→ DIRECTIONS FOR THIS TASK: Below are the records; collect from them each line containing the string "compileStandard".

(Collection entries)
* * * * * * *

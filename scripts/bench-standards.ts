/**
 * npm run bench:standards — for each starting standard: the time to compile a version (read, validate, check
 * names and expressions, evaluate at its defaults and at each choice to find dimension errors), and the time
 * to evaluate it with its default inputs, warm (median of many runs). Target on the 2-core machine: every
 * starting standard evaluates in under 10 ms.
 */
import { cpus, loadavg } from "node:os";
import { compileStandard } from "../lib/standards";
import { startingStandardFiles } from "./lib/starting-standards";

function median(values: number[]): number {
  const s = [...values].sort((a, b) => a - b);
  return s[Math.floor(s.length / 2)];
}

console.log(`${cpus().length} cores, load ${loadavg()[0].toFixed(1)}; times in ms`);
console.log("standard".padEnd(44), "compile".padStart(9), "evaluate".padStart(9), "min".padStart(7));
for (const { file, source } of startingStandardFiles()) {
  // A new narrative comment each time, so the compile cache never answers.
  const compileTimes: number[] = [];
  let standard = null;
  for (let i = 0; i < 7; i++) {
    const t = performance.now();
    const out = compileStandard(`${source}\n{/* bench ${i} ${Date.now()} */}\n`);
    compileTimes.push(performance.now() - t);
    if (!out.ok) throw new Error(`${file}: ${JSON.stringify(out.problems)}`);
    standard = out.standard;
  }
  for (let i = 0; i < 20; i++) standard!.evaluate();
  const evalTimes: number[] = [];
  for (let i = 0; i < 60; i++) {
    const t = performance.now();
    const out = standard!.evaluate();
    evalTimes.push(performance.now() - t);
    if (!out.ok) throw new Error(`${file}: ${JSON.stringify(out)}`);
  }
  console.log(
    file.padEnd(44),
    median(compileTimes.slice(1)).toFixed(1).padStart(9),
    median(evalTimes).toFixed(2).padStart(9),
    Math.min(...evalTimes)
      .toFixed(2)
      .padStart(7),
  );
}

* * * * * * *

→ WRITTEN REPLY:
import { compileStandard } from "../lib/standards";
    const out = compileStandard(`${source}\n{/* bench ${i} ${Date.now()} */}\n`);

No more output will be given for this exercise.